Rav Oury Cherki

La vague de fond

Paracha Pinhas, Tammuz 5765



Est-ce du ciel ou de la terre que vient la Thora? La Parole transmise par Moise est manifestement celeste. Tout dans la personnalite de Moise souligne son caractere d’etre exceptionnel: "Je parle en lui de bouche a bouche, dans une vision claire et sans enigmes" (Bamidbar 12,8). Son ascese, son education a l’ecart du peuple dans le palais pharaonique puis dans la solitude des paturages de Midian, ainsi que ses pouvoirs prodigieux, le designent pour servir de canal a un message exterieur au peuple. Tout se passe comme si la Thora devait provenir de la transcendance absolue, pour que son origine divine soit manifeste. La Thora ainsi envisagee est quasiment inaccessible: elle vient du ciel. Il est donc surprenant de decouvrir en lisant le texte biblique des passages ou Moise se trouve dans l’incapacite de resoudre les problemes qui lui sont presentes. Deux cas se trouvent dans notre paracha: l’intervention de Pinhas et la revendication des filles de Tselofhad.

Le premier recit debute dans la paracha precedente. Le peuple campe a Chittim est entraine par les filles de Midian a la debauche puis a l’idolatrie. Par suite de quoi une epidemie fait des ravages dans le peuple. Moise, invite par Dieu a reagir, ne sait pas la raison du couroux divin, et condamne les idolatres. Le fleau n’ayant pas cesse, Pinhas s’attaque alors a l’initiateur de la debauche, Zimri, et l’epidemie s’arrete. La Thora de Moise est donc sensible a la transgression du commandement celeste qui interdit l’idolatrie, mais ne percoit pas cette dimension de la thora qui s’insurge contre la profanation de la fierte nationale que represente les filles de Midian. Il y aurait donc un canal autre que celui de Moise pour la revelation: l’intuition du peuple, relevant de l’Immanence. Ces deux modalites expriment la double nature de la Thora: la Loi ecrite et la Loi orale, l’une venant du ciel, et l’autre venant de la terre. La coherence interne du monotheisme hebraique requiert une Thora celeste et terrestre a la fois.

La seconde manifestation de l’initiative "venue du bas" est celle des filles de Tselofhad, qui demandent une exception a la regle qui exclut les femmes de la succession. En effet, Tselofhad n’ayant laisse apres lui que des filles, son patrimoine en Eretz-Israel ne sera pas transmis a sa descendance. Moise demande la reponse a Dieu, qui lui revele la regle qui transmet l’heritage aux filles en l’absence de descendant male. Cette demande, motivee par l’amour de la terre d’Israel, ne pouvait venir que de cette categorie de personnes qui exprime l’esprit national, les femmes de la tribu de Yossef-Menache. Il est en effet remarquable de constater que tous les episodes ou Moise s’est vu dans la necessite de faire appel a une aide supplementaire, sont lies de pres ou de loin au personnage de Joseph. Citons pour seul exemple les hommes impurs qui ont demande le droit de feter Pessah un mois plus tard, qui etaient les porteurs des restes de Joseph. C’est que Joseph est le representant typique de l’aspiration naturelle du peuple a revenir dans son pays: "l’Eternel vous prendra en attention et vous fera monter de ce pays" (Berechit, 50,24), annoncait Joseph a ses freres avant son deces.

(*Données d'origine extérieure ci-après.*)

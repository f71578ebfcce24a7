package report

import (
	"bytes"
	"encoding/csv"
	"fmt"
	"math"
	"sort"
	"strconv"
	"strings"
	"time"

	"trussmonitor/internal/capacity"
)

// MembersFile is the per-member summary written by Write when the report
// has member summaries.
const MembersFile = "members.csv"

// UtilisationCaution is printed beside every utilisation in the report.
const UtilisationCaution = capacity.Caution

// MemberSummary is one member's total axial state over the period (every
// member of the structure). Totals are the model's force in the gauges'
// zero state plus the measured change since zeroing, or the reconciled
// prediction for a member without a reporting gauge; forces in N, tension
// positive; NaN where a value does not apply.
type MemberSummary struct {
	Member string
	Gauged bool
	// Epochs is the number of fitted epochs with a state, MeasuredEpochs
	// those in which the member's gauges all reported.
	Epochs, MeasuredEpochs int
	// MinTotal and MaxTotal bound the total force over the period.
	MinTotal, MaxTotal float64
	// TensionResistance and CompressionResistance are the design
	// resistances (N; NaN without a design basis).
	TensionResistance, CompressionResistance float64
	// MaxUtilisation is the largest utilisation of the total force, at
	// MaxUtilisationTime; MaxPredictedUtilisation the largest of the
	// reconciled prediction.
	MaxUtilisation          float64
	MaxUtilisationTime      time.Time
	MaxPredictedUtilisation float64
}

func membersHeader() []string {
	return []string{"member", "gauged", "epochs", "epochs_measured", "total_min_n", "total_max_n",
		"resistance_tension_n", "resistance_compression_n", "utilisation_max", "utilisation_max_time", "utilisation_predicted_max"}
}

func writeMembersCSV(buf *bytes.Buffer, r *Report) error {
	w := csv.NewWriter(buf)
	if err := w.Write(membersHeader()); err != nil {
		return err
	}
	for _, m := range r.MemberSummaries {
		t := ""
		if !m.MaxUtilisationTime.IsZero() {
			t = timeText(m.MaxUtilisationTime)
		}
		if err := w.Write([]string{m.Member, boolText(m.Gauged), strconv.Itoa(m.Epochs), strconv.Itoa(m.MeasuredEpochs),
			floatText(m.MinTotal), floatText(m.MaxTotal), floatText(m.TensionResistance), floatText(m.CompressionResistance),
			floatText(m.MaxUtilisation), t, floatText(m.MaxPredictedUtilisation)}); err != nil {
			return err
		}
	}
	w.Flush()
	return w.Error()
}

// writeMemberTotals writes the HTML section of the members' total forces
// and utilisation, highest utilisation first.
func writeMemberTotals(sb *strings.Builder, r *Report) {
	if len(r.MemberSummaries) == 0 {
		return
	}
	sb.WriteString("<section id=\"member-totals\">\n<h2>Member forces: totals and utilisation</h2>\n")
	sb.WriteString("<p>Total force = the model's force in the state the gauges were zeroed under + the measured change since zeroing (the plots below show that change); members without a reporting gauge show the reconciled prediction. Tension positive.</p>\n")
	if r.Design != "" {
		fmt.Fprintf(sb, "<p>Design resistance per %s: tension by yield of the gross section, compression by flexural buckling about the weaker axis.</p>\n", esc(r.Design))
		fmt.Fprintf(sb, "<p class=\"caution\" id=\"utilisation-caution\">%s</p>\n", esc(UtilisationCaution))
	}
	list := append([]MemberSummary(nil), r.MemberSummaries...)
	sort.SliceStable(list, func(i, j int) bool {
		a, b := list[i].MaxUtilisation, list[j].MaxUtilisation
		if math.IsNaN(b) {
			return !math.IsNaN(a)
		}
		return a > b
	})
	sb.WriteString("<table id=\"member-totals-table\">\n<thead><tr><th>member</th><th>gauged</th><th>total force min</th><th>total force max</th>")
	if r.Design != "" {
		sb.WriteString("<th>resistance (tension / compression)</th><th>largest utilisation (estimate)</th><th>at (UTC)</th><th>largest predicted utilisation</th>")
	}
	sb.WriteString("</tr></thead>\n<tbody>\n")
	for _, m := range list {
		g := "no"
		if m.Gauged {
			g = fmt.Sprintf("yes (%d of %d epochs measured)", m.MeasuredEpochs, m.Epochs)
		}
		fmt.Fprintf(sb, "<tr data-member=\"%s\"><td>%s</td><td>%s</td><td class=\"num\">%s</td><td class=\"num\">%s</td>",
			esc(m.Member), esc(m.Member), esc(g), kNOrDash(m.MinTotal), kNOrDash(m.MaxTotal))
		if r.Design != "" {
			t := "–"
			if !m.MaxUtilisationTime.IsZero() {
				t = m.MaxUtilisationTime.UTC().Format("2006-01-02 15:04:05")
			}
			fmt.Fprintf(sb, "<td class=\"num\">%s / %s</td><td class=\"num\">%s</td><td>%s</td><td class=\"num\">%s</td>",
				kNOrDash(m.TensionResistance), kNOrDash(m.CompressionResistance), num(m.MaxUtilisation, 3), esc(t), num(m.MaxPredictedUtilisation, 3))
		}
		sb.WriteString("</tr>\n")
	}
	sb.WriteString("</tbody>\n</table>\n</section>\n")
}

func kNOrDash(v float64) string {
	if math.IsNaN(v) || math.IsInf(v, 0) {
		return "–"
	}
	return kN(v)
}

La Thora insiste sur la signifiance des noms dans la famille de Tselofhad: "voici les noms de ses filles" (27,1).cette expression inhabituelle est une invitation a chercher une signification aux noms de cette lignee. Le fondateur est Menache, c’est-a-dire l’oubli des origines en exil (cf. ber. 41,51). Son fils est Makhir: qui est vendu a l’oppresseur, puis Gilead: l’exil eternel, Hefer: la honte, celle du juif honteux, et finalement Tselofhad, dont le nom signifie "a l’ombre de la peur". Cette decadence exilique est arretee net par les amantes d’Eretz-Israel. Mahla: le desir, Noa: le mouvement, Hogla: le cycle, Milka: le conseil, et Tirtsa: la volonte. Tous ses noms qui expriment la puissance de la volonte nous enseignent que les carences du peuple peuvent etre reparees par un "inversement de la vapeur" venu d’une vague de fond de l’opinion publique.